TASK STATEMENT: Once you have read the records below, restate them word for word.

RECORDS SHOWN:

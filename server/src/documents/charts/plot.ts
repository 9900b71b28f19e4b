import type { Sheet } from '../page/sheet';
import type { Box } from '../page/table';
import { colour, type } from '../tokens';

export type Scale = (value: number) => number;

export function linearScale(from: number, to: number, start: number, end: number): Scale {
  const span = to - from || 1;
  return (value) => start + ((value - from) / span) * (end - start);
}

export function logScale(from: number, to: number, start: number, end: number): Scale {
  const inner = linearScale(Math.log(from), Math.log(to), start, end);
  return (value) => inner(Math.log(value));
}

/** Round values in [from, to], about as many as wanted, in steps of 1, 2 or 5 times a power of ten. */
export function roundTicks(from: number, to: number, wanted: number): number[] {
  const rough = (to - from) / Math.max(1, wanted);
  if (!(rough > 0)) return [from];
  const power = 10 ** Math.floor(Math.log10(rough));
  const step = [1, 2, 5, 10].map((factor) => factor * power).find((candidate) => candidate >= rough) ?? 10 * power;
  const first = Math.ceil(from / step - 1e-9);
  const last = Math.floor(to / step + 1e-9);
  return Array.from({ length: last - first + 1 }, (_, index) => (first + index) * step);
}

/** 1 and 3 times powers of ten in [from, to]. */
export function logTicks(from: number, to: number, factors: readonly number[] = [1, 3]): number[] {
  const ticks: number[] = [];
  for (let power = Math.floor(Math.log10(from)); power <= Math.ceil(Math.log10(to)); power += 1) {
    for (const factor of factors) {
      const tick = Number(`${factor}e${power}`);
      if (tick >= from * 0.999 && tick <= to * 1.001) ticks.push(tick);
    }
  }
  return ticks;
}

/** Decimals that a step of round ticks needs. */
export function tickDecimals(ticks: readonly number[]): number {
  const step = ticks.length > 1 ? Math.abs(ticks[1] - ticks[0]) : Math.abs(ticks[0] ?? 1);
  return step > 0 ? Math.min(6, Math.max(0, -Math.floor(Math.log10(step) + 1e-9))) : 0;
}

/** Pen for figures: everything in page coordinates. */
export class Plot {
  constructor(
    readonly sheet: Sheet,
    readonly box: Box,
  ) {}

  line(points: readonly (readonly [number, number])[], ink: string, weight = 1, dash = 0): void {
    if (points.length < 2) return;
    const { doc } = this.sheet;
    doc.save();
    points.forEach(([x, y], index) => (index === 0 ? doc.moveTo(x, y) : doc.lineTo(x, y)));
    doc.lineWidth(weight).lineJoin('round').strokeColor(ink);
    if (dash > 0) doc.dash(dash, { space: dash });
    doc.stroke();
    doc.restore();
  }

  area(points: readonly (readonly [number, number])[], ink: string): void {
    const { doc } = this.sheet;
    points.forEach(([x, y], index) => (index === 0 ? doc.moveTo(x, y) : doc.lineTo(x, y)));
    doc.closePath().fill(ink);
  }

  bar(x: number, y: number, width: number, height: number, ink: string): void {
    if (width > 0 && height > 0) this.sheet.doc.rect(x, y, width, height).fill(ink);
  }

  circle(x: number, y: number, radius: number, ink: string, filled = false): void {
    const { doc } = this.sheet;
    doc.circle(x, y, radius).lineWidth(1);
    if (filled) doc.fill(ink);
    else doc.fillAndStroke('#FFFFFF', ink);
  }

  diamond(x: number, y: number, reach: number, ink: string): void {
    const { doc } = this.sheet;
    doc
      .moveTo(x, y - reach)
      .lineTo(x + reach, y)
      .lineTo(x, y + reach)
      .lineTo(x - reach, y)
      .closePath()
      .lineWidth(1)
      .fillAndStroke('#FFFFFF', ink);
  }

  label(
    text: string,
    x: number,
    y: number,
    options: { align?: 'left' | 'right' | 'centre'; ink?: string; strong?: boolean; size?: number } = {},
  ): void {
    const { align = 'left', ink = colour.ink2, strong = false, size = type.axis.size } = options;
    const font = strong ? 'semibold' : 'regular';
    const own = this.sheet.measure.width(text, font, size);
    const start = align === 'right' ? x - own : align === 'centre' ? x - own / 2 : x;
    this.sheet.lineAt(text, start, y, { font, size, colour: ink });
  }

  /** Values at the left of a plot, each with a short line into it. */
  leftAxis(x: number, ticks: readonly number[], scale: Scale, text: (value: number) => string, grid: number | null = null): void {
    for (const tick of ticks) {
      const y = scale(tick);
      this.line(
        [
          [x, y],
          [grid ?? x + 3, y],
        ],
        colour.hairline,
        0.5,
      );
      this.label(text(tick), x - 5, y + 2.4, { align: 'right' });
    }
  }

  /** A rule with values under it; where they would touch, a value is left out. */
  bottomAxis(y: number, from: number, to: number, ticks: readonly number[], scale: Scale, text: (value: number) => string): void {
    this.line(
      [
        [from, y],
        [to, y],
      ],
      colour.ink,
      0.75,
    );
    let free = -Infinity;
    for (const tick of [...ticks].sort((first, second) => scale(first) - scale(second))) {
      const x = scale(tick);
      const shown = text(tick);
      const half = this.sheet.measure.width(shown, 'regular', type.axis.size) / 2;
      this.line(
        [
          [x, y],
          [x, y + 3],
        ],
        colour.ink,
        0.5,
      );
      if (x - half < free + 4) continue;
      this.label(shown, x, y + 11, { align: 'centre' });
      free = x + half;
    }
  }

  /** The movable notch of the product, standing still: a mark on top and a line through the figure. */
  notch(x: number, top: number, bottom: number, text: string): void {
    const { doc } = this.sheet;
    doc
      .moveTo(x - 4.5, top)
      .lineTo(x + 4.5, top)
      .lineTo(x + 4.5, top + 4)
      .lineTo(x, top + 9)
      .lineTo(x - 4.5, top + 4)
      .closePath()
      .fill(colour.ochre);
    this.line(
      [
        [x, top + 8],
        [x, bottom],
      ],
      colour.ochre,
      1,
    );
    const width = this.sheet.measure.width(text, 'semibold', type.axis.size + 0.5);
    const fitsRight = x + 8 + width <= this.box.x + this.box.width;
    this.label(text, fitsRight ? x + 8 : x - 8, top + 6, {
      align: fitsRight ? 'left' : 'right',
      ink: colour.ochreText,
      strong: true,
      size: type.axis.size + 0.5,
    });
  }
}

OUTPUT FOR THIS TASK:
filename server/src/documents/charts/plot.ts
repository 9900b71b28f19e4b
import type { Sheet } from '../page/sheet';
import type { Box } from '../page/table';
import { colour, type } from '../tokens';

export type Scale = (value: number) => number;

export function linearScale(from: number, to: number, start: number, end: number): Scale {
  const span = to - from || 1;
  return (value) => start + ((value - from) / span) * (end - start);
}

export function logScale(from: number, to: number, start: number, end: number): Scale {
  const inner = linearScale(Math.log(from), Math.log(to), start, end);
  return (value) => inner(Math.log(value));
}

/** Round values in [from, to], about as many as wanted, in steps of 1, 2 or 5 times a power of ten. */
export function roundTicks(from: number, to: number, wanted: number): number[] {
  const rough = (to - from) / Math.max(1, wanted);
  if (!(rough > 0)) return [from];
  const power = 10 ** Math.floor(Math.log10(rough));
  const step = [1, 2, 5, 10].map((factor) => factor * power).find((candidate) => candidate >= rough) ?? 10 * power;
  const first = Math.ceil(from / step - 1e-9);
  const last = Math.floor(to / step + 1e-9);
  return Array.from({ length: last - first + 1 }, (_, index) => (first + index) * step);
}

/** 1 and 3 times powers of ten in [from, to]. */
export function logTicks(from: number, to: number, factors: readonly number[] = [1, 3]): number[] {
  const ticks: number[] = [];
  for (let power = Math.floor(Math.log10(from)); power <= Math.ceil(Math.log10(to)); power += 1) {
    for (const factor of factors) {
      const tick = Number(`${factor}e${power}`);
      if (tick >= from * 0.999 && tick <= to * 1.001) ticks.push(tick);
    }
  }
  return ticks;
}

/** Decimals that a step of round ticks needs. */
export function tickDecimals(ticks: readonly number[]): number {
  const step = ticks.length > 1 ? Math.abs(ticks[1] - ticks[0]) : Math.abs(ticks[0] ?? 1);
  return step > 0 ? Math.min(6, Math.max(0, -Math.floor(Math.log10(step) + 1e-9))) : 0;
}

/** Pen for figures: everything in page coordinates. */
export class Plot {
  constructor(
    readonly sheet: Sheet,
    readonly box: Box,
  ) {}

  line(points: readonly (readonly [number, number])[], ink: string, weight = 1, dash = 0): void {
    if (points.length < 2) return;
    const { doc } = this.sheet;
    doc.save();
    points.forEach(([x, y], index) => (index === 0 ? doc.moveTo(x, y) : doc.lineTo(x, y)));
    doc.lineWidth(weight).lineJoin('round').strokeColor(ink);
    if (dash > 0) doc.dash(dash, { space: dash });
    doc.stroke();
    doc.restore();
  }

  area(points: readonly (readonly [number, number])[], ink: string): void {
    const { doc } = this.sheet;
    points.forEach(([x, y], index) => (index === 0 ? doc.moveTo(x, y) : doc.lineTo(x, y)));
    doc.closePath().fill(ink);
  }

  bar(x: number, y: number, width: number, height: number, ink: string): void {
    if (width > 0 && height > 0) this.sheet.doc.rect(x, y, width, height).fill(ink);
  }

  circle(x: number, y: number, radius: number, ink: string, filled = false): void {
    const { doc } = this.sheet;
    doc.circle(x, y, radius).lineWidth(1);
    if (filled) doc.fill(ink);
    else doc.fillAndStroke('#FFFFFF', ink);
  }

  diamond(x: number, y: number, reach: number, ink: string): void {
    const { doc } = this.sheet;
    doc
      .moveTo(x, y - reach)
      .lineTo(x + reach, y)
      .lineTo(x, y + reach)
      .lineTo(x - reach, y)
      .closePath()
      .lineWidth(1)
      .fillAndStroke('#FFFFFF', ink);
  }

  label(
    text: string,
    x: number,
    y: number,
    options: { align?: 'left' | 'right' | 'centre'; ink?: string; strong?: boolean; size?: number } = {},
  ): void {
    const { align = 'left', ink = colour.ink2, strong = false, size = type.axis.size } = options;
    const font = strong ? 'semibold' : 'regular';
    const own = this.sheet.measure.width(text, font, size);
    const start = align === 'right' ? x - own : align === 'centre' ? x - own / 2 : x;
    this.sheet.lineAt(text, start, y, { font, size, colour: ink });
  }

  /** Values at the left of a plot, each with a short line into it. */
  leftAxis(x: number, ticks: readonly number[], scale: Scale, text: (value: number) => string, grid: number | null = null): void {
    for (const tick of ticks) {
      const y = scale(tick);
      this.line(
        [
          [x, y],
          [grid ?? x + 3, y],
        ],
        colour.hairline,
        0.5,
      );
      this.label(text(tick), x - 5, y + 2.4, { align: 'right' });
    }
  }

  /** A rule with values under it; where they would touch, a value is left out. */
  bottomAxis(y: number, from: number, to: number, ticks: readonly number[], scale: Scale, text: (value: number) => string): void {
    this.line(
      [
        [from, y],
        [to, y],
      ],
      colour.ink,
      0.75,
    );
    let free = -Infinity;
    for (const tick of [...ticks].sort((first, second) => scale(first) - scale(second))) {
      const x = scale(tick);
      const shown = text(tick);
      const half = this.sheet.measure.width(shown, 'regular', type.axis.size) / 2;
      this.line(
        [
          [x, y],
          [x, y + 3],
        ],
        colour.ink,
        0.5,
      );
      if (x - half < free + 4) continue;
      this.label(shown, x, y + 11, { align: 'centre' });
      free = x + half;
    }
  }

  /** The movable notch of the product, standing still: a mark on top and a line through the figure. */
  notch(x: number, top: number, bottom: number, text: string): void {
    const { doc } = this.sheet;
    doc
      .moveTo(x - 4.5, top)
      .lineTo(x + 4.5, top)
      .lineTo(x + 4.5, top + 4)
      .lineTo(x, top + 9)
      .lineTo(x - 4.5, top + 4)
      .closePath()
      .fill(colour.ochre);
    this.line(
      [
        [x, top + 8],
        [x, bottom],
      ],
      colour.ochre,
      1,
    );
    const width = this.sheet.measure.width(text, 'semibold', type.axis.size + 0.5);
    const fitsRight = x + 8 + width <= this.box.x + this.box.width;
    this.label(text, fitsRight ? x + 8 : x - 8, top + 6, {
      align: fitsRight ? 'left' : 'right',
      ink: colour.ochreText,
      strong: true,
      size: type.axis.size + 0.5,
    });
  }
}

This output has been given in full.